If you don't know how to program - noelchurchill

and you have a relatively simple web app you want to make, where do you start.  What scripting language would be best to learn on?  All the RoR buzz started to lead me in that direction and I bought the agile web dev book, but now I'm not sure if that is the best place to start.  Now I'm more thinking about PHP.  It's simple and very forgiving.  From an unexperienced programmer, it seems much easier to just hack something together.  <p>Any other input?  Thanks!
======
bootload
SEIA, "Software Engineering for Internet Applications".

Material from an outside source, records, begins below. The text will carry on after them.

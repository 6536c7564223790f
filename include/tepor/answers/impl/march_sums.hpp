#pragma once
// What the legs of an adjoint run leave behind: contracted leg by leg, or summed up where the body is linear and contracted once.

#include <tepor/body/residual_slope.hpp>
#include <tepor/solve/capacity.hpp>
#include <tepor/solve/tape.hpp>

namespace tepor::detail {

/// The parts of a linear body whose loads change over a run: their loads are contracted at every step, all else at the end.
inline Restriction changing_loads(const Model& model, const MarchTape& tape) {
    std::vector<bool> changes(model.parameters.size());
    for (const Values& v : tape.values)
        for (std::size_t s = 0; s < changes.size(); ++s)
            changes[s] = changes[s] || v.slots[s] != tape.values.front().slots[s];
    const auto moves = [&](const Coefficient& c) {
        if (!c.given()) return false;
        bool any = c.depends_on_time();
        for (const Id s : c.slots()) any = any || (s >= 0 && changes[as_size(s)]);
        return any;
    };
    Restriction only;
    for (std::size_t r = 0; r < model.regions.size(); ++r) {
        bool any = false;
        for (const VolumeTerm& t : model.regions[r].volume)
            any = any || moves(t.kind == VolumeTerm::Kind::side_film ? t.fluid : t.amount);
        if (any) only.regions.push_back(as_id(r));
    }
    for (std::size_t f = 0; f < model.faces.size(); ++f) {
        bool any = false;
        for (const FaceTerm& t : model.faces[f].terms)
            any = any || moves(t.kind == FaceTerm::Kind::flux ? t.amount : t.outside);
        if (any) only.faces.push_back({as_id(f), model.faces[f].sides});
    }
    for (std::size_t l = 0; l < model.locals.size(); ++l)
        if (moves(model.locals[l].total)) only.locals.push_back(as_id(l));
    return only;
}

/// Prescribed temperatures change over a run.
inline bool changing_prescribed(const Model& model, const MarchTape& tape) {
    for (const FaceModel& f : model.faces) {
        if (!f.fixed.given()) continue;
        if (f.fixed.depends_on_time()) return true;
        for (const Id s : f.fixed.slots())
            for (const Values& v : tape.values)
                if (s >= 0 && v.slots[as_size(s)] != tape.values.front().slots[as_size(s)]) return true;
    }
    return false;
}

class MarchSums {
  public:
    MarchSums(const Model& model, const MarchTape& tape, bool linear)
        : sums(model, model.kernels->shape_at(0) != nullptr), model_(model), summing_(linear && !sums.places.empty()),
          products_(model), heat_pairs_(model.pattern.column.size(), 0.0), cold_(as_size(model.unknowns), 0.0),
          by_prescribed_(as_size(model.unknowns), 0.0) {
        if (!summing_) return;
        changing_ = changing_loads(model, tape);
        any_changing_ = !changing_.regions.empty() || !changing_.faces.empty() || !changing_.locals.empty();
        prescribed_changes_ = changing_prescribed(model, tape);
    }

    SlopeSums sums;

    /// factor * lambda . r(T) of the weak form.
    void weak_form(const Values& values, Workspace& work, const std::vector<double>& T, TimeSpan span, double factor,
                   const std::vector<double>& lambda) {
        if (!summing_) {
            contract_slopes(model_, values, work, {T.data(), lambda.data(), span, nullptr, factor}, sums);
            return;
        }
        products_.add(model_, lambda.data(), T.data(), factor);
        if (any_changing_)
            contract_slopes(model_, values, work, {cold_.data(), lambda.data(), span, &changing_, factor}, sums);
        filled_ = true;
    }

    /// lambda . (E(to) - E(from)) of the sensible heat.
    void heat(const Values& values, Workspace& work, const Storage& storage, const std::vector<double>& from,
              const std::vector<double>& to, const std::vector<double>& lambda) {
        const double lumped = storage.lumped_share();
        if (!storage.linear()) {
            contract_enthalpy(model_, values, work, from.data(), to.data(), lambda.data(), lumped, sums);
            return;
        }
        rise_.resize(from.size());
        for (std::size_t u = 0; u < rise_.size(); ++u) rise_[u] = to[u] - from[u];
        if (!summing_) {
            contract_capacity(model_, values, work, rise_.data(), lambda.data(), lumped, sums);
            return;
        }
        filled_ = true;
        if (lumped == 1.0) {
            const Id* start = model_.pattern.start.data();
            for (std::size_t u = 0; u < rise_.size(); ++u)
                heat_pairs_[as_size(start[u + 1] - 1)] += lambda[u] * rise_[u];
        } else {
            SlopeProducts::add_pairs(model_, lambda.data(), rise_.data(), 1.0, heat_pairs_.data());
        }
    }

    /// Weights on the temperatures prescribed at a time.
    void prescribed(const Values& values, double at, bool before, const std::vector<double>& weights) {
        if (model_.free == model_.unknowns) return;
        if (!summing_ || prescribed_changes_) {
            contract_prescribed(model_, values, {at, at, 1.0, before}, weights.data(), sums);
            return;
        }
        for (Index u = model_.free; u < model_.unknowns; ++u) by_prescribed_[as_size(u)] += weights[as_size(u)];
        filled_ = true;
    }

    /// Contracts what was summed up, at the values it belongs to.
    void finish(const Values& values, Workspace& work, double lumped_share) {
        if (!filled_) return;
        filled_ = false;
        contract_products(model_, values, work, products_, {}, sums);
        // of what changes the loads have been counted leg by leg
        if (any_changing_)
            contract_slopes(model_, values, work, {cold_.data(), products_.weights.data(), {}, &changing_, -1.0}, sums);
        contract_capacity_products(model_, values, work, heat_pairs_, lumped_share, sums);
        if (model_.free < model_.unknowns) contract_prescribed(model_, values, {}, by_prescribed_.data(), sums);
        products_ = SlopeProducts(model_);
        std::fill(heat_pairs_.begin(), heat_pairs_.end(), 0.0);
        std::fill(by_prescribed_.begin(), by_prescribed_.end(), 0.0);
    }

  private:
    const Model& model_;
    bool summing_;
    SlopeProducts products_;
    std::vector<double> heat_pairs_;
    std::vector<double> cold_;
    std::vector<double> by_prescribed_;
    std::vector<double> rise_;
    Restriction changing_;
    bool any_changing_ = false;
    bool prescribed_changes_ = false;
    bool filled_ = false;
};

} // namespace tepor::detail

\- online, free <http://philip.greenspun.com/seia/>

\- in print
[http://www.amazon.com/exec/obidos/ASIN/0262511916/pgreenspun...](http://www.amazon.com/exec/obidos/ASIN/0262511916/pgreenspun-20)

\- test crashed dummied by armies of MIT grads

\- smart authors

\- easy to read, lots to master

More suggestions from similiar question ~
<http://news.ycombinator.com/item?id=58927>

------
run4yourlives
I'd learn Python honestly. It's very concise and can take you from nothing to
something without needing to change languages.

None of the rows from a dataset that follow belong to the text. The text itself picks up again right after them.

# tepor::compiled: the definitions that stand behind TEPOR_INLINE, compiled once into static libraries.
#
# Header-only use is the default. A program of many sources compiles faster when it links this target instead: its
# sources then read declarations only (the target defines TEPOR_COMPILED for its users). Which files hold definitions is
# read off the tree: every include/tepor/<room>/impl/*.hpp. Each room is a library of its own that needs the rooms
# before it, so that rooms compile side by side and the tests of one room wait for nothing behind it. They are built in
# the project that asks for them, with that project's compiler and flags, and only when something links them.

set(tepor_numerical_rooms base quadrature element describe mesh assembly linear body flux field solve answers check)

# The library of one room on top of `needs`; a room without definitions only passes on what it needs.
function(tepor_add_room room include_dir binary_dir)
    set(needs ${ARGN})
    file(GLOB definitions CONFIGURE_DEPENDS "${include_dir}/tepor/${room}/impl/*.hpp")
    if(NOT definitions)
        add_library(tepor_room_${room} INTERFACE)
        target_link_libraries(tepor_room_${room} INTERFACE ${needs})
        return()
    endif()
    set(text "// Generated: the definitions of the room `${room}`.\n#define TEPOR_BUILDING\n")
    foreach(file IN LISTS definitions)
        cmake_path(RELATIVE_PATH file BASE_DIRECTORY "${include_dir}")
        string(APPEND text "#include <${file}>\n")
    endforeach()
    file(CONFIGURE OUTPUT "${binary_dir}/${room}.cpp" CONTENT "${text}" @ONLY)
    add_library(tepor_room_${room} STATIC EXCLUDE_FROM_ALL "${binary_dir}/${room}.cpp")
    target_link_libraries(tepor_room_${room} PUBLIC ${needs})
    target_compile_definitions(tepor_room_${room} PUBLIC TEPOR_COMPILED)
    set_target_properties(tepor_room_${room} PROPERTIES POSITION_INDEPENDENT_CODE ON)
endfunction()

# Defines tepor::compiled, and tepor::compiled_output where fmt is there.
function(tepor_add_compiled include_dir binary_dir)
    if(NOT EXISTS "${include_dir}/tepor/tepor.hpp")
        message(FATAL_ERROR "tepor: ${include_dir} does not hold the headers")
    endif()
    set(needs tepor::tepor)
    foreach(room IN LISTS tepor_numerical_rooms)
        tepor_add_room(${room} "${include_dir}" "${binary_dir}" ${needs})
        set(needs tepor_room_${room})
    endforeach()
    add_library(tepor_compiled INTERFACE)
    add_library(tepor::compiled ALIAS tepor_compiled)
    target_link_libraries(tepor_compiled INTERFACE ${needs})
    target_compile_definitions(tepor_compiled INTERFACE TEPOR_COMPILED)

    if(TARGET fmt::fmt)
        tepor_add_room(output "${include_dir}" "${binary_dir}" ${needs} fmt::fmt)
        add_library(tepor_compiled_output INTERFACE)
        add_library(tepor::compiled_output ALIAS tepor_compiled_output)
        target_link_libraries(tepor_compiled_output INTERFACE tepor_room_output tepor_compiled)
    endif()
endfunction()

RoR might be a little difficult for a newbie, and PHP is going to give you a
lot of bad habits that you'll eventually need to break.

------
nextmoveone
The most important part is to just start, as soon as possible somewhere. Cause
you'll pick up on common practices as you go along, plus you need as much
experience as possible to produce a good app.

------
davidlee
What do you want to gain from it?

If you want to learn a lot of good practices and maintain and extend your
codebase in the future, RoR is fantastic - but may be a steep learning curve
due to all the new concepts and levels of abstraction involved, and is
somewhat harder to deploy, and probably somewhat more expensive to host.

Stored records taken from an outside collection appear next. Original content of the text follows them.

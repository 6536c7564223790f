#pragma once
// The states of a recorded march: as they were kept, or gone through again from the checkpoint before.

#include <memory>
#include <optional>
#include <tepor/solve/impl/marcher.hpp>
#include <tepor/solve/march.hpp>

namespace tepor::detail {

class MarchStates {
  public:
    explicit MarchStates(const March& march) : marcher_(march.marcher()), tape_(*march.tape()) {}

    [[nodiscard]] const MarchTape& tape() const noexcept { return tape_; }
    [[nodiscard]] Marcher& marcher() const noexcept { return marcher_; }

    /// At the end of a leg; good until another piece of the run is asked for.
    const MarchTape::State& end_of(std::size_t leg) {
        if (tape_.stride == 1) return tape_.kept[leg];
        load(leg / tape_.stride);
        return piece_[leg % tape_.stride];
    }
    /// Before it; stands together with end_of() of the same leg.
    const MarchTape::State& start_of(std::size_t leg) {
        if (leg == 0) return tape_.start;
        if (leg % tape_.stride == 0) return tape_.kept[leg / tape_.stride - 1];
        return end_of(leg - 1);
    }

  private:
    void load(std::size_t which) {
        if (loaded_ == which) return;
        const std::size_t first = which * tape_.stride;
        const std::size_t last = std::min(first + tape_.stride, tape_.legs.size());
        if (!again_)
            again_ = std::make_unique<Marcher>(marcher_.model, tape_.values[tape_.legs[first].values],
                                               initial(tape_.start.T.front()), marcher_.scheme);
        loaded_.reset();
        piece_.resize(last - first);
        for (std::size_t i = first; i < last; ++i) {
            const MarchTape::State& start = i > first ? piece_[i - first - 1] : start_of(i);
            again_->repeat(tape_.legs[i], tape_.values[tape_.legs[i].values], start, piece_[i - first]);
        }
        loaded_ = which;
    }

    Marcher& marcher_;
    const MarchTape& tape_;
    std::unique_ptr<Marcher> again_;
    std::vector<MarchTape::State> piece_;
    std::optional<std::size_t> loaded_;
};

} // namespace tepor::detail
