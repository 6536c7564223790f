#pragma once
// Reads the terms of a model into arrays; every term that cannot be bounded is named.

#include <algorithm>
#include <cmath>
#include <tepor/base/error.hpp>
#include <tepor/base/text.hpp>
#include <tepor/flux/disc.hpp>
#include <tepor/flux/model_problem.hpp>
#include <tepor/mesh/sides.hpp>

namespace tepor {
namespace detail {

If you want to "hack something together quickly" to deploy cheaply on any of a
wide range of hosting providers, PHP provides a famously productive way to
make a mess^H^H^H^H simple web app.

------
gscott
When I first learned a scripting language I learned from examples, go here for
lots of free examples: <http://www.codango.com/>. Besides scripting learn sql
and how to normalize tables.

------
german
Lets start from the beginning: It's a Webapp right?... so, I asume you already
know HTML and CSS, or maybe Flash...

If you don't, start learning it.